My father, Brian Heaton, who has died aged 83, was a world authority in teaching English as a foreign language, publishing under the name JB Heaton.
Son of Norman and Evelyn Heaton, Brian was born in Keighley, West Yorkshire, where his father managed a wool factory. He studied English at Leeds University, returning there in 1968 as lecturer in English for overseas students. He subsequently developed this one-man, one-room role into a freestanding internationally renowned English language unit.
In the interim, having gained a PGCE teaching qualification and applied to the colonial service, Brian worked for the Education Department in Hong Kong. There he became expert in the teaching of English as a foreign language, and in developing teaching materials relevant to the culture of international students.

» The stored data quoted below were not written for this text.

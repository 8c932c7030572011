"""Breathing periods of a stop: oxygen periods and the air breaks between them.

A stop on oxygen with air breaks is never one continuous oxygen stop: it is its
periods in order, e.g. 30 min oxygen, 5 min air, 23 min oxygen.  This module
turns stops into their periods under the three conventions the project meets:

* the engine's in-water convention (:func:`cycle_periods`, :func:`cycle_across`):
  air breaks count in the stop minutes, and the (oxygen, air) cycle runs on
  across the oxygen stops;
* a table whose oxygen stop minutes leave the air breaks out
  (:func:`breaks_between`): a break after every full oxygen period, when more
  oxygen follows;
* the surface-decompression chamber pattern (:func:`chamber_pattern`): whole or
  half oxygen periods, the first half-period at the first chamber depth, the rest
  at the second, an air break after every full period that more oxygen follows;
* a plan, which writes each period as its own stop (:func:`merge_stops`).

A period is ``(gas name, minutes)``; :func:`periods_json` gives the JSON objects
``{"gas": ..., "minutes": ...}`` that every stop of the check and schedule JSON
carries under ``periods``.

References
----------
.. [1] U.S. Navy Diving Manual, Revision 7 (2016), ch. 9 "Air Decompression":
       in-water oxygen with a 5-min air break after 30 min on oxygen; surface
       decompression on oxygen in 30-min chamber periods, the first 15 min at
       50 fsw and 15 min at 40 fsw (as quoted by secondary sources).
.. [2] U.S. Navy Diving Manual, Revision 4 Change A (2001), ch. 14: the same
       chamber layout for helium-oxygen surface decompression (older edition).
"""

from __future__ import annotations

import math
from collections.abc import Iterable, Sequence
from typing import Any

from supervisor.gas import AIR, Gas, parse_gas

Period = tuple[str, float]

#: Oxygen fraction from which a gas takes air breaks (oxygen-rich) [-]; the engine's test.
OXYGEN_RICH_FO2 = 0.5
_EPS = 1e-9


def is_oxygen_rich(gas: Gas | str) -> bool:
    """Whether a gas is breathed in oxygen periods with air breaks (FO2 above 0.5)."""
    g = parse_gas(gas) if isinstance(gas, str) else gas
    return g.fo2 > OXYGEN_RICH_FO2


def _num(x: float) -> int | float:
    """Whole minutes as int, else rounded to 3 decimals (JSON-ready)."""
    return int(round(x)) if abs(x - round(x)) < 1e-9 else round(float(x), 3)


def merged(periods: Iterable[Period]) -> list[Period]:
    """Join neighbouring periods on the same gas and drop empty ones."""
    out: list[Period] = []
    for gas, minutes in periods:
        if minutes <= _EPS:
            continue
        if out and out[-1][0] == gas:
            out[-1] = (gas, out[-1][1] + minutes)
        else:
            out.append((gas, float(minutes)))
    return out


def cycle_periods(gas: str, minutes: float, o2_min: float, air_min: float,
                  start: float = 0.0) -> tuple[list[Period], float]:
    """Periods of a stop whose minutes count its air breaks (the engine's convention).

    Parameters
    ----------
    gas : str
        Gas of the stop (an oxygen-rich gas; other gases give one period).
    minutes : float
        Stop minutes, air breaks included [min].
    o2_min, air_min : float
        The cycle: oxygen minutes, then air minutes [min].
    start : float
        Position in the cycle on arrival [min from the start of an oxygen period].

    Returns
    -------
    (list of Period, float)
        The periods in order, and the cycle position on leaving.
    """
    if not is_oxygen_rich(gas) or o2_min <= 0 or air_min <= 0:
        return merged([(gas, minutes)]), start
    cyc = o2_min + air_min
    pos = start % cyc
    left = float(minutes)
    out: list[Period] = []
    while left > _EPS:
        if pos < o2_min - _EPS:
            take = min(left, o2_min - pos)
            out.append((gas, take))
        else:
            take = min(left, cyc - pos)
            out.append((AIR.name, take))
        left -= take
        pos = (pos + take) % cyc
        if abs(pos - cyc) < _EPS:
            pos = 0.0
    return merged(out), pos


def cycle_across(stops: Sequence[tuple[str, float]], o2_min: float | None,
                 air_min: float | None) -> list[list[Period]]:
    """Periods of consecutive stops whose minutes count the air breaks.

    The cycle starts with oxygen at the first oxygen-rich stop and runs on across
    the oxygen stops (:func:`cycle_periods`); a stop on another gas starts it
    again.  Without a period or break length every stop is one period.
    """
    out: list[list[Period]] = []
    pos = 0.0
    for gas, minutes in stops:
        if not o2_min or not air_min or not is_oxygen_rich(gas):
            out.append(merged([(gas, minutes)]))
            pos = 0.0
            continue
        periods, pos = cycle_periods(gas, minutes, o2_min, air_min, pos)
        out.append(periods)
    return out


def breaks_between(stops: Sequence[tuple[str, float]], o2_min: float | None,
                   air_min: float | None) -> list[list[Period]]:
    """Periods of consecutive stops whose oxygen minutes leave the air breaks out.

    After every ``o2_min`` minutes of oxygen an air break of ``air_min`` follows
    when more oxygen follows (in the same stop or the next); no break ends the
    oxygen time.  A stop on another gas starts the count again.  A break due at
    the end of a stop is taken at the start of the next oxygen stop.

    Parameters
    ----------
    stops : sequence of (gas, minutes)
        The stops in order; minutes are time on the stop's gas [min].
    o2_min, air_min : float or None
        Oxygen period and air break [min]; ``None`` or 0 gives no breaks.

    Returns
    -------
    list of list of Period
        One list per stop.
    """
    out: list[list[Period]] = []
    run = 0.0
    for gas, minutes in stops:
        if not o2_min or not air_min or not is_oxygen_rich(gas):
            out.append(merged([(gas, minutes)]))
            run = 0.0
            continue
        parts: list[Period] = []
        left = float(minutes)
        while left > _EPS:
            if run >= o2_min - _EPS:
                parts.append((AIR.name, float(air_min)))
                run = 0.0
            take = min(left, o2_min - run)
            parts.append((gas, take))
            run += take
            left -= take
        out.append(merged(parts))
    return out


def chamber_pattern(half_periods: int, first_depth: float, second_depth: float,
                    o2_min: float, air_min: float,
                    gas: str = "oxygen") -> list[tuple[float, list[Period]]]:
    """The chamber stops of surface decompression in whole and half oxygen periods.

    The first half-period is at ``first_depth``; the others at ``second_depth``;
    an air break follows every full period when more oxygen follows.  With both
    depths equal every period is at one stop.

    Parameters
    ----------
    half_periods : int
        Oxygen half-periods, >= 1 (1 = 0.5 period).
    first_depth, second_depth : float
        Chamber depths [unit].
    o2_min, air_min : float
        Oxygen period and air break [min]; a half-period is ``o2_min / 2``.
    gas : str
        Chamber gas.

    Returns
    -------
    list of (depth, periods)
        One entry per chamber stop, in order.
    """
    if half_periods < 1:
        return []
    half = o2_min / 2.0
    stops: list[tuple[float, list[Period]]] = [(first_depth, [(gas, half)])]
    for k in range(2, half_periods + 1):
        if abs(second_depth - stops[-1][0]) > _EPS:
            stops.append((second_depth, []))
        if k % 2 == 1:  # a full period is done and more oxygen follows
            stops[-1][1].append((AIR.name, float(air_min)))
        stops[-1][1].append((gas, half))
    return [(d, merged(p)) for d, p in stops]


def periods_json(periods: Iterable[Period]) -> list[dict[str, Any]]:
    """Periods as the JSON objects of the ``periods`` key: ``{"gas", "minutes"}``."""
    return [{"gas": g, "minutes": _num(m)} for g, m in periods]


def periods_text(periods: Sequence[Period]) -> str:
    """Periods in words, ``"O2 30, air 5, O2 23 min"``."""
    short = {"oxygen": "O2"}
    return ", ".join(f"{short.get(g, g)} {_num(m)}" for g, m in periods) + " min"


def stop_text(depth: float, minutes: float, gas: str, place: str, unit: str,
              periods: Sequence[Period] = ()) -> str:
    """One stop in words; a stop of more than one period shows them.

    ``"40 fsw 50 min oxygen (O2 15, air 5, O2 30 min) (chamber)"``.
    """
    text = f"{_num(depth)} {unit} {_num(minutes)} min {gas}"
    if len(periods) > 1:
        text += f" ({periods_text(periods)})"
    return text + (" (chamber)" if place == "chamber" else "")


def merge_stops(stops: Iterable[tuple[float, float, str, str]]) -> list[dict[str, Any]]:
    """A plan's stops as stops with periods: neighbours at one depth and place join.

    A plan writes each oxygen period and air break as its own stop at the same
    depth; here they become one stop whose ``periods`` list them in order.  The
    stop's gas is the gas it is taken on (the first gas other than air, else air)
    and its minutes are the periods' sum, air breaks included.

    Parameters
    ----------
    stops : iterable of (depth, minutes, gas name, place)
        The plan's stops in order.

    Returns
    -------
    list of dict
        ``depth``, ``minutes``, ``gas``, ``place`` and ``periods`` per stop.
    """
    out: list[dict[str, Any]] = []
    for depth, minutes, gas, place in stops:
        last = out[-1] if out else None
        if last is not None and last["place"] == place and abs(last["depth"] - depth) < _EPS:
            last["_periods"].append((gas, float(minutes)))
            continue
        out.append({"depth": depth, "place": place, "_periods": [(gas, float(minutes))]})
    for s in out:
        periods = merged(s.pop("_periods"))
        gases = [g for g, _ in periods if g != AIR.name]
        s["minutes"] = math.fsum(m for _, m in periods)
        s["gas"] = gases[0] if gases else AIR.name
        s["periods"] = periods_json(periods)
    return [{k: s[k] for k in ("depth", "minutes", "gas", "place", "periods")} for s in out]


def pattern_difference(plan_stops: Iterable[tuple[float, str, str]],
                       table_stops: Iterable[tuple[float, str, str]], unit: str) -> str | None:
    """Say plainly where a plan's oxygen pattern differs from a table's, or ``None``.

    The oxygen stops (an oxygen-rich gas) of each place are compared by depth: a
    plan taking chamber oxygen at 50 and 40 fsw against a table whose chamber stops
    are at 20 and 10 fsw follows another pattern, so comparing them stop by stop
    says nothing; cover is then a matter for the model.

    Parameters
    ----------
    plan_stops, table_stops : iterable of (depth, gas name, place)
        The stops of the plan and of the table's schedule, in the same unit.
    unit : str
        Depth unit, for the sentence.

    Returns
    -------
    str or None
        One sentence naming both patterns, or ``None`` when they agree.
    """
    def oxygen(stops: Iterable[tuple[float, str, str]]) -> dict[str, list[float]]:
        out: dict[str, list[float]] = {}
        for depth, gas, place in stops:
            if is_oxygen_rich(gas) and depth not in out.setdefault(place, []):
                out[place].append(depth)
        return out

    mine, theirs = oxygen(plan_stops), oxygen(table_stops)
    parts = []
    for place in ("water", "chamber"):
        a, b = mine.get(place, []), theirs.get(place, [])
        if sorted(a) != sorted(b):
            def show(ds: list[float]) -> str:
                return "/".join(f"{_num(d)}" for d in sorted(ds, reverse=True)) + f" {unit}" \
                    if ds else "none"
            parts.append(f"{place} oxygen at {show(a)} in the plan, {show(b)} in the table")
    if not parts:
        return None
    return ("the plan's oxygen pattern differs from the table's (" + "; ".join(parts)
            + "): the stops are not compared one by one; cover is judged by the model")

In 1968 he co-founded the professional network Specialist English Language Materials for University Students, which later became the British Association of Lecturers in English for Academic Purposes. His experience of different cultures enabled him to foster a sense of community and shared goals among international students from diverse backgrounds. He also contributed a key component to Leeds University’s postgraduate diploma in teaching English as a second/foreign language.
Already a published writer of short stories and teaching materials while in Hong Kong, Brian became a prolific author of course books. Having devised an English test for international students entering Leeds University, Brian became an expert in English language proficiency testing, and was invited by the British Council to take part in numerous professional training programmes, principally in Europe. He was a visiting professor, first in Singapore in the 1970s, and then in Japan in the 1980s, representing the Cambridge Examination Syndicate, and subsequently continued this role during a visit to China in the 1990s, where he specified the Cambridge Business English test for China.
Brian used his talents, contacts and geniality to take a key role in a variety of contexts. These included involvement in the 1970s in improving the language skills of overseas NHS psychiatrists, and in the 1980s delivering a language and culture programme for English teachers from across the Soviet Union, under the British-Soviet cultural agreement administered by the British Council. In the 1990s he helped his department to win repeated contracts to deliver English programmes for young diplomatic staff from Taiwan.
Brian had wider interests in music and painting. He played the piano, and when living in Singapore took classes in Chinese painting techniques. In retirement in the UK he took up oil painting.
He is survived by his wife, Elisa, a musician and teacher, whom he met in his early working life in Hong Kong and married in 1958, by me and by two grandsons.